▼
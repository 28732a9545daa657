"""What the facts are collected from, with the look-ups that several subjects need."""

from collections.abc import Iterable, Mapping

from rulecheck.capability import Capabilities
from rulecheck.demand import Demands, Group, Variable
from rulecheck.facts.facts import Bounds, Value
from rulecheck.parts import Datum, Part
from rulecheck.stage import Position, Role, Stage
from rulecheck.values import Interval, Span, Unknown, natural_key
from rulecheck.values.record import Record


class Inputs(Record):
    """The three products and their indexes; nothing in it is a decision."""

    stage: Stage
    capabilities: Capabilities
    demands: Demands
    part_by_name: Mapping[str, Part]
    position_by_name: Mapping[str, Position]
    positions_of_part: Mapping[str, tuple[str, ...]]
    legs_of_position: Mapping[str, tuple[str, ...]]
    group_of_position: Mapping[str, Group]
    devices_at_gate: Mapping[str, tuple[str, ...]]
    """By merged net of a gate or base: the gated devices driven from it."""
    parts_at_net: Mapping[str, tuple[str, ...]]
    """By merged net: everything with a pin there."""
    voltage_between: Mapping[tuple[str, str], Interval | Unknown]
    """By merged nets: the first over the second, where a stiff voltage stands between them."""
    branch_parts: frozenset[str]
    """The parts that are power branches."""
    ports_at_net: Mapping[str, tuple[str, ...]]
    power_nets: frozenset[str]
    """Merged nets at the ends of power branches and at ports."""
    grounds: frozenset[str]
    """The ground and what looks like another, as far as something is on it."""
    spelling: Mapping[str, str]
    """Model texts, which have no case, by lower case -> as first written."""
    variable_by_name: Mapping[str, Variable]
    shared: frozenset[frozenset[str]]
    """Pairs of merged nets with a sharing or snubber part across them."""
    gates_of_position: Mapping[str, tuple[str, ...]]
    """By position: the gates whose traced drive serves a device of it."""
    held_by_ports: Mapping[str, tuple[str, ...]]
    """By merged net: the nets, as written, at which ports with a voltage stand."""

    def merged(self, net: str) -> str:
        return self.stage.merged.get(net, net)

    def span_of_parts(self, names: Iterable[str]) -> Span:
        """The place of the first part that has one; else the netlist's first line."""
        for name in names:
            if name in self.part_by_name:
                return self.part_by_name[name].span
        return Span(self.stage.netlist, 1)

    def related_spans(self, names: Iterable[str]) -> tuple[Span, ...]:
        """The places of all parts but the first."""
        spans = [self.part_by_name[name].span for name in names if name in self.part_by_name]
        return tuple(dict.fromkeys(spans[1:]))

    def parts_of_positions(self, names: Iterable[str]) -> tuple[str, ...]:
        known = (self.position_by_name[name] for name in names if name in self.position_by_name)
        return tuple(dict.fromkeys(part for position in known for part in position.parts))


def gather(stage: Stage, capabilities: Capabilities, demands: Demands) -> Inputs:
    """Index the three products."""
    parts = {part.name: part for part in stage.parts.parts}
    positions = {position.name: position for position in stage.positions}
    return Inputs(
        stage,
        capabilities,
        demands,
        parts,
        positions,
        _grouped((part, p.name) for p in stage.positions for part in p.parts),
        _grouped(
            (name, leg.name) for leg in demands.legs for name in (*leg.high, *leg.low, *leg.others)
        ),
        {name: group for group in demands.groups for name in group.positions},
        _grouped(
            (stage.merged.get(pin.net, pin.net), part.name)
            for part in stage.parts.parts
            if part.gated
            for pin in part.pins
            if pin.role in ("gate", "base")
        ),
        _grouped(
            (stage.merged.get(pin.net, pin.net), part.name)
            for part in stage.parts.parts
            for pin in part.pins
        ),
        _stiff_voltages(stage, demands),
        frozenset(branch.part for branch in stage.branches if branch.part),
        _grouped(
            (net, port.name) for port in stage.ports for net in (*port.nets, port.neutral) if net
        ),
        _power_nets(stage),
        _grounds(stage),
        {part.text.casefold(): part.text for part in reversed(stage.parts.parts)},
        {variable.name: variable for variable in demands.variables},
        frozenset(
            frozenset(stage.merged.get(net, net) for net in parts[name].nets)
            for name, role in stage.roles.items()
            if role in (Role.SHARING, Role.SNUBBER) and name in parts
        ),
        _gates_of_positions(stage),
        _held_by_ports(stage),
    )


def _gates_of_positions(stage: Stage) -> dict[str, tuple[str, ...]]:
    positions = _grouped((part, p.name) for p in stage.positions for part in p.parts)
    return _grouped(
        (position, gate)
        for gate, drive in stage.gate_drives.items()
        for device in drive.devices
        for position in positions.get(device, ())
    )


def _held_by_ports(stage: Stage) -> dict[str, tuple[str, ...]]:
    spelled = {net.lower(): net for net in stage.merged}
    nets = (
        spelled.get(net.lower(), net)
        for port in stage.ports
        if port.voltage is not None
        for net in port.named_nets or port.nets
    )
    return _grouped((stage.merged.get(net, net), net) for net in nets)


def _power_nets(stage: Stage) -> frozenset[str]:
    ends = {net for branch in stage.branches for net in (branch.start, branch.end)}
    return frozenset(ends | {net for port in stage.ports for net in (*port.nets, port.neutral)})


def _grounds(stage: Stage) -> frozenset[str]:
    listed = stage.parts
    on = {pin.net for part in listed.parts for pin in part.pins}
    return frozenset(net for net in (listed.ground, *listed.grounds) if net in on)


def _stiff_voltages(stage: Stage, demands: Demands) -> dict[tuple[str, str], Interval | Unknown]:
    ranges = {variable.name: variable.range for variable in demands.variables}
    found: dict[tuple[str, str], Interval | Unknown] = {}
    for branch in stage.branches:
        span = ranges.get(f"v({branch.name.removeprefix('port/')})")
        if span is None:
            continue
        ends = (branch.start, branch.end)
        # of several side by side, one whose voltage is known speaks for all
        if isinstance(found.get(ends, span), Unknown) or ends not in found:
            found[ends] = span
            found[ends[::-1]] = span if isinstance(span, Unknown) else -span
    return found


def group_name(positions: Iterable[str]) -> str:
    """A group is named after its first position, in natural order."""
    return min(positions, key=natural_key, default="")


def _grouped(pairs: Iterable[tuple[str, str]]) -> dict[str, tuple[str, ...]]:
    found: dict[str, dict[str, None]] = {}
    for key, value in pairs:
        found.setdefault(key, {})[value] = None
    return {key: tuple(values) for key, values in found.items()}


def stated_number(part: Part, path: str) -> Value:
    """A stated figure as one number; of a range the larger magnitude."""
    datum = _stated(part, path)
    if isinstance(datum, Unknown):
        return datum
    return datum.value.magnitude if isinstance(datum.value, Interval) else datum.value


def stated_range(part: Part, path: str) -> Value:
    """A stated figure as a range; a single number is a range of one."""
    datum = _stated(part, path)
    if isinstance(datum, Unknown):
        return datum
    value = datum.value
    return value if isinstance(value, Interval) else Interval(value, value)


def _stated(part: Part, path: str) -> Datum | Unknown:
    """The figure; a missing rating is called one, lest it be taken for what the part sees."""
    datum = part.datum(path)
    group, _, word = path.partition(".")
    if isinstance(datum, Unknown) and group == "ratings":
        return Unknown(f"{word} rating of {part.name}", datum.settle)
    return datum


def at_least(low: float, value: float | Unknown, missing: tuple[Unknown, ...]) -> Value:
    """A number known exactly, or from below with what is missing."""
    if not isinstance(value, Unknown):
        return value
    return Bounds(Interval(low, float("inf")), missing or (value,))
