"""The facts as one canonical text, the same that golden tests and `explain --step facts` show."""

from collections.abc import Iterator

from rulecheck.facts.facts import Bounds, Facts, Subject, Value
from rulecheck.facts.vocabulary import VOCABULARY
from rulecheck.values import Interval, Unknown


def facts_text(facts: Facts) -> str:
    """Every subject with its fields in the vocabulary's order, one a line."""
    return "\n".join(line for subject in facts for line in _subject_lines(subject)) + "\n"


def _subject_lines(subject: Subject) -> Iterator[str]:
    term = VOCABULARY[subject.kind]
    yield f"{subject.kind} {subject.name}"
    for field in term.fields:
        value = value_text(subject.values[field.name], field.dimension.value)
        yield f"  {field.name}: {value}".rstrip()
    for link in term.links:
        linked = subject.links.get(link.name, ())
        if linked:
            words = value_text(linked, "")
            yield f"  {link.name} -> {words}"


def value_text(value: Value, unit: str) -> str:
    """A value in one canonical form: `58 V`, `36 V ... 58 V`, `yes`, `Q1, Q2`, `unknown (...)`."""
    if isinstance(value, bool):
        return "yes" if value else "no"
    if isinstance(value, str):
        return value
    if isinstance(value, tuple):
        return ", ".join(value)
    if isinstance(value, Unknown):
        return f"unknown ({value.settle})"
    if isinstance(value, Bounds):
        wanted = " and ".join(item.settle for item in value.missing)
        return f"{value_text(value.range, unit)} ({wanted})"
    if isinstance(value, Interval):
        return f"{_number(value.low, unit)} ... {_number(value.high, unit)}"
    return _number(value, unit)


def _number(value: float, unit: str) -> str:
    return f"{value + 0.0:.6g} {unit}".rstrip()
▲
◆ **Exercise goal**: Output exactly the span of lines beginning at the first line of the records and ending at the line that holds "legs_of_position: Mapping[str, tuple[str, ...]]", inclusive, with no other text.

◆ **Answer to the problem**:
repository 28732a9545daa657
"""What the facts are collected from, with the look-ups that several subjects need."""

from collections.abc import Iterable, Mapping

from rulecheck.capability import Capabilities
from rulecheck.demand import Demands, Group, Variable
from rulecheck.facts.facts import Bounds, Value
from rulecheck.parts import Datum, Part
from rulecheck.stage import Position, Role, Stage
from rulecheck.values import Interval, Span, Unknown, natural_key
from rulecheck.values.record import Record


class Inputs(Record):
    """The three products and their indexes; nothing in it is a decision."""

    stage: Stage
    capabilities: Capabilities
    demands: Demands
    part_by_name: Mapping[str, Part]
    position_by_name: Mapping[str, Position]
    positions_of_part: Mapping[str, tuple[str, ...]]
    legs_of_position: Mapping[str, tuple[str, ...]]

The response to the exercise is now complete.